We'll want fields for the resource identity information so we can filter appropriately (group, kind, name, namespace). Will also want to add filters where appropriate. The most common querying format will probably be querying for a specific resource's logs followed by querying tenant level information.

e.g. "give me all access logs for proxy XYZ" and "give me all logs for projects X".

Promoted resource_group, resource_kind, resource_name, resource_namespace to top-level columns alongside log_id / resource_type, and reworked the sort key to (tenant_id, resource_type, resource_name, log_id, timestamp) so both "logs for proxy XYZ" and "logs for project X" hit the primary index. Also added a consumer_name column populated only on producer-destination rows, so the service-side query "give me logs for consumer X" is a top-level column filter rather than an attribute-map lookup. Called out the two query shapes explicitly under the schema.
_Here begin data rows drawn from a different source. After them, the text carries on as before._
@dataclass(frozen=True, slots=True)
class Block:
    """A tear-out block: its surface, the holes on it, the bolts it takes along, their share."""

    pieces: tuple[Piece, ...]
    marks: tuple[str, ...]
    separated: tuple[str, ...]
    share: float

    def _area(self, kind: str, *, net: bool) -> float:
        return math.fsum((p.net if net else p.gross) * p.t for p in self.pieces if p.kind == kind)

    @property
    def A_gv(self) -> float:
        """Gross area in shear."""
        return self._area("shear", net=False)

    @property
    def A_nv(self) -> float:
        """Net area in shear."""
        return self._area("shear", net=True)

    @property
    def A_gt(self) -> float:
        """Gross area in tension."""
        return self._area("tension", net=False)

    @property
    def A_nt(self) -> float:
        """Net area in tension."""
        return self._area("tension", net=True)

    def outlines(self, part: Part) -> tuple[tuple[Point, ...], ...]:
        """What is torn out, as polygons in the part's axes; one where the surface is in one
        piece."""
        found: list[tuple[Point, ...]] = []
        points: list[Point] = []

        def close() -> None:
            if len(points) > 2:
                found.append(tuple(points))
            points.clear()

        for i, piece in enumerate(self.pieces):
            first, last = (piece.x_1, piece.y_1), (piece.x_2, piece.y_2)
            if points and points[-1] != first:
                close()
            if not points:
                if i == 0 and piece.kind == "tension":
                    # To the low edge: the corner of the free end closes the area.
                    points.append((piece.x_1 - part.to_end(piece.x_2, piece.y_2), piece.y_1))
                points.append(first)
            points.append(last)
        if self.pieces[-1].kind == "tension":
            piece = self.pieces[-1]
            points.append((piece.x_2 - part.to_end(piece.x_1, piece.y_1), piece.y_2))
        close()
        return tuple(found)

    def capacity(self, forms: Sequence[Form]) -> float:
        """Nominal capacity, N: the least of the forms."""
        gv, nv, gt, nt = self.A_gv, self.A_nv, self.A_gt, self.A_nt
        return min(f.gv * gv + f.nv * nv + f.gt * gt + f.nt * nt for f in forms)


def lines_of(holes: Sequence[Opening]) -> list[list[Opening]]:
    """The holes in lines along the force, from low to high, each line from end to body."""
    lines: list[list[Opening]] = []
    for hole in sorted(holes, key=lambda h: (h.y, h.x, h.mark)):
        if lines and any(
            abs(hole.y - other.y) < (hole.across + other.across) / 4 for other in lines[-1]
        ):
            lines[-1].append(hole)
        else:
            lines.append([hole])
    return [sorted(line, key=lambda h: (h.x, h.mark)) for line in lines]


def least_block(
    part: Part,
    holes: Sequence[Opening],
    forms: Sequence[Form],
    *,
    whole_group_only: bool = False,
    edge_to_edge: bool = True,
) -> Block | None:
    """The block with the least capacity over its share of the force, exactly.

    A pass over the lines for each form: coefficients are additive over the pieces of a surface,
    so the least over surfaces of each form is a shortest path in (hole, bolts taken along), and
    the least over the forms of these is the least over surfaces of the least over forms.

    Parameters
    ----------
    part : Part
    holes : sequence of Opening
    forms : sequence of Form
    whole_group_only : bool
        Look only at blocks that take every bolt along.
    edge_to_edge : bool
        Count surfaces in one piece from the low edge to the high edge, net sections with a step
        in shear. Not where the part's two edges stand for one of which only one is near.

    Returns
    -------
    Block or None
        None when no surface takes a bolt along.
    """
    total = sum(hole.bolt for hole in holes)
    if total == 0:
        return None
    search = _Search(part, holes, total)
    best: tuple[float, Block] | None = None
    for form in forms:
        block = search.least(form, whole_group_only, edge_to_edge)
        if block is None:
            continue
        value = block.capacity(forms) / block.share
        if best is None or value < best[0] * _BETTER:
            best = value, block
    return None if best is None else best[1]


Pieces = tuple[Piece, ...]


# Surfaces that began in tension at the low edge and have not sheared, that have, and all others.
_STRAIGHT, _STEPPED, _BROKEN = 0, 1, 2


@dataclass
class _State:
    """Surfaces so far, by what they are (row) and bolts taken along (column): the least cost, and
    the move that gave it."""

    cost: Floats
    move: npt.NDArray[np.int64]
    moves: list[tuple[_State | None, int, int, Pieces]] = field(default_factory=list)

    @classmethod
    def empty(cls, total: int) -> _State:
        return cls(np.full((3, total + 1), np.inf), np.full((3, total + 1), -1, dtype=np.int64))

    def reach(
        self,
        origin: _State,
        pieces: Pieces,
        cost: float,
        bolts: int,
        *,
        rows: tuple[int, ...] = (_STRAIGHT, _STEPPED, _BROKEN),
        breaks: bool = False,
    ) -> None:
        """Take the surfaces of `origin` on by `pieces`, which take `bolts` more along.

        `breaks` says that the surface runs out at the free end here.
        """
        width = self.cost.shape[1] - bolts
        if width <= 0:
            return
        sheared = any(piece.kind == "shear" for piece in pieces)
        for row in rows:
            to = _BROKEN if breaks else _STEPPED if sheared and row == _STRAIGHT else row
            reached = origin.cost[row, :width] + cost
            better = reached < self.cost[to, bolts:] * _BETTER
            if better.any():
                self.cost[to, bolts:][better] = reached[better]
                self.move[to, bolts:][better] = len(self.moves)
                self.moves.append((origin, row, bolts, pieces))

    def traced(self, row: int, column: int) -> Pieces:
        """The pieces of the surface that ends here."""
        found: list[Pieces] = []
        state: _State | None = self
        while state is not None and state.move[row, column] >= 0:
            state, row, bolts, pieces = state.moves[int(state.move[row, column])]
            column -= bolts
            found.append(pieces)
        return tuple(piece for pieces in reversed(found) for piece in pieces)


class _Search:
    def __init__(self, part: Part, holes: Sequence[Opening], total: int) -> None:
        self.part, self.total = part, total
        self.holes = tuple(holes)
        self.lines = lines_of(holes)
        self._shears: dict[tuple[int, int, int], Pieces] = {}

    # Pieces -------------------------------------------------------------------------------

    def _tension(self, a: Opening, b: Opening) -> Piece:
        g, s = b.y - a.y, abs(b.x - a.x)
        t = self.part.thickness_between(a.y, b.y)
        return Piece(
            "tension", a.x, a.y, b.x, b.y, g, (a.across + b.across) / 2, s * s / (4 * g), t
        )

    def _to_edge(self, a: Opening, *, low: bool) -> Piece | None:
        far = self.part.to_low(a.x, a.y) if low else self.part.to_high(a.x, a.y)
        if not math.isfinite(far):
            return None
        edge = a.y - far if low else a.y + far
        t = self.part.thickness_between(a.y, edge)
        ends = (edge, a.y) if low else (a.y, edge)
        return Piece("tension", a.x, ends[0], a.x, ends[1], far, a.across / 2, 0.0, t)

    def _shear(self, line: int, a: int, b: int) -> Pieces:
        """Along a line between two of its holes, by index; -1 stands for the free end."""
        if a == b:
            return ()
        key = (line, a, b)
        if key not in self._shears:
            self._shears[key] = (self._sheared(self.lines[line], a, b),)
        return self._shears[key]

    def _sheared(self, line: list[Opening], a: int, b: int) -> Piece:
        low, high = min(a, b), max(a, b)
        hole = line[high]
        lost = hole.along / 2 + sum(other.along for other in line[low + 1 : high])
        if low < 0:
            gross = self.part.to_end(hole.x, hole.y)
            start, t = (hole.x - gross, hole.y), self.part.thickness(hole.y)
        else:
            other = line[low]
            gross, lost = hole.x - other.x, lost + other.along / 2
            start = (other.x, other.y)
            t = min(self.part.thickness(hole.y), self.part.thickness(other.y))
        end = (hole.x, hole.y)
        first, last = (start, end) if a < b else (end, start)
        return Piece("shear", *first, *last, gross, lost, 0.0, t)

    # Bolts taken along --------------------------------------------------------------------

    def _on_line(self, line: int, depth: int) -> int:
        """Bolts of a line up to one of its holes."""
        return sum(hole.bolt for hole in self.lines[line][: depth + 1])

    def _between(self, first: int, a: Opening | None, last: int, b: Opening | None) -> int:
        """Bolts of the lines strictly between two lines, on the free-end side of the tension from
        hole a to hole b; None stands for the part's edge, to which tension runs straight."""
        count = 0
        for line in self.lines[first + 1 : last]:
            for hole in line:
                if a is None or b is None:
                    one = a or b
                    assert one is not None
                    depth = one.x
                else:
                    depth = a.x + (b.x - a.x) * (hole.y - a.y) / (b.y - a.y)
                count += hole.bolt and hole.x < depth - _TOUCH
        return count

    # The pass -----------------------------------------------------------------------------

    def least(self, form: Form, whole_group_only: bool, edge_to_edge: bool) -> Block | None:
        """The block of least cost over share by one form."""

        def cost(pieces: Pieces) -> float:
            return math.fsum(
                (form.gv * p.gross + form.nv * p.net) * p.t
                if p.kind == "shear"
                else (form.gt * p.gross + form.nt * p.net) * p.t
                for p in pieces
            )

        start = _State.empty(self.total)
        start.cost[_STRAIGHT, 0] = 0.0
        end = _State.empty(self.total)
        free = _State.empty(self.total)
        free.reach(start, (), 0.0, 0, breaks=True)
        # Straight from edge to edge is the net section, checked elsewhere.
        closing = (_STEPPED, _BROKEN) if edge_to_edge else (_BROKEN,)
        leaving: list[tuple[int, Opening, _State]] = []
        for L, line in enumerate(self.lines):
            arrived = []
            for a in line:
                state = _State.empty(self.total)
                edge = self._to_edge(a, low=True)
                if edge is not None:
                    state.reach(start, (edge,), cost((edge,)), self._between(-1, None, L, a))
                for M, b, origin in leaving:
                    piece = (self._tension(b, a),)
                    state.reach(origin, piece, cost(piece), self._between(M, b, L, a))
                arrived.append(state)
            here = []
            for j, b in enumerate(line):
                state = _State.empty(self.total)
                for i, origin in enumerate(arrived):
                    pieces = self._shear(L, i, j)
                    state.reach(origin, pieces, cost(pieces), self._on_line(L, max(i, j)))
                pieces = self._shear(L, -1, j)
                state.reach(free, pieces, cost(pieces), self._on_line(L, j))
                here.append((L, b, state))
                edge = self._to_edge(b, low=False)
                if edge is not None:
                    beyond = self._between(L, b, len(self.lines), None)
                    end.reach(state, (edge,), cost((edge,)), beyond, rows=closing, breaks=True)
            # A state of its own for each line: moves point back at states that change no more.
            freed = _State.empty(self.total)
            freed.reach(free, (), 0.0, 0)
            for i, origin in enumerate(arrived):
                pieces = self._shear(L, i, -1)
                freed.reach(origin, pieces, cost(pieces), self._on_line(L, i), breaks=True)
            free = freed
            leaving += here
        end.reach(free, (), 0.0, 0)
        ratios = end.cost[_BROKEN, 1:] * self.total / np.arange(1, self.total + 1)
        if whole_group_only:
            ratios[:-1] = np.inf
        if not np.isfinite(ratios).any():
            return None
        taken = int(np.argmin(ratios)) + 1
        return self._block(end.traced(_BROKEN, taken), taken)

    def _block(self, pieces: Pieces, taken: int) -> Block:
        at = {(hole.x, hole.y): hole.mark for hole in self.holes}
        marks = []
        for piece in pieces:
            for point in ((piece.x_1, piece.y_1), (piece.x_2, piece.y_2)):
                if point in at and at[point] not in marks:
                    marks.append(at[point])
        separated = self._separated(pieces)
        assert len(separated) == taken
        return Block(pieces, tuple(marks), separated, taken / self.total)

    def _separated(self, pieces: Pieces) -> tuple[str, ...]:
        """Marks of the bolts on the surface or on its free-end side."""
        found = []
        for line in self.lines:
            for hole in line:
                if hole.bolt and any(self._takes(p, hole, line) for p in pieces):
                    found.append(hole.mark)
        return tuple(found)

    def _takes(self, piece: Piece, hole: Opening, line: list[Opening]) -> bool:
        ends = ((piece.x_1, piece.y_1), (piece.x_2, piece.y_2))
        own = {(h.x, h.y) for h in line}
        reached = [x for x, y in ends if (x, y) in own]
        if reached:
            return hole.x <= max(reached)
        if piece.kind == "shear" or not min(piece.y_1, piece.y_2) < hole.y < max(
            piece.y_1, piece.y_2
        ):
            return False
        depth = piece.x_1 + (piece.x_2 - piece.x_1) * (hole.y - piece.y_1) / (piece.y_2 - piece.y_1)
        return hole.x < depth - _TOUCH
scotwells · 2026-05-18T21:13:44Z

+### Ingestion Quota
+
+A new `telemetry.miloapis.com/LogIngestionQuota` resource integrates with
+the standard Milo quota system. Quota is dimensioned by
+`(project, category_group)` in bytes/second. On exceed:
+
+- Gateway returns 429 with `Retry-After`.
+- A per-tenant `telemetry_ingestion_dropped_bytes_total` counter is
+  exposed via the same Loki API so customers can see drops.
+- No silent drops.


We can remove quota for now. That'll be a follow-on enhancement.

Removed the LogIngestionQuota resource and the whole quota section. Listed it as a follow-on in Non-Goals and dropped it from the v1 delivery slice.

scotwells · 2026-05-18T21:13:59Z

+### Retention
+
+Fixed tiered defaults; no free-form per-project retention in v1.
+
+| Category Group | Default Retention | Disable-able |
+|---|---|---|
+| `allLogs`      | 7 days    | Yes (opt-in collection) |
+| `audit`        | 400 days  | No (compliance signal)  |
+
+Paid retention overrides are applied per category group on a project, not
+per log ID. Implemented as a TTL adjustment column populated by the
+gateway at write time so existing rows are not rewritten when overrides
+change.


Retention won't be user-controllable.

Adjusted. Retention is now a flat platform-set default (7d for allLogs), implemented as the table TTL on timestamp. Removed the per-tenant TTL column and the paid-override mechanism; flagged per-project / per-category overrides as a follow-on enhancement.

scotwells · 2026-05-18T21:14:26Z

+- `LogDefinition.spec.categoryGroups` provides a secondary access
+  dimension: `audit` requires a distinct permission from `allLogs`,
+  matching GCP's `roles/logging.viewAccessor` pattern scoped to a log
+  view. The query layer filters out log IDs the caller cannot access
+  before executing the SQL.


Won't need this since this system won't handle audit logs.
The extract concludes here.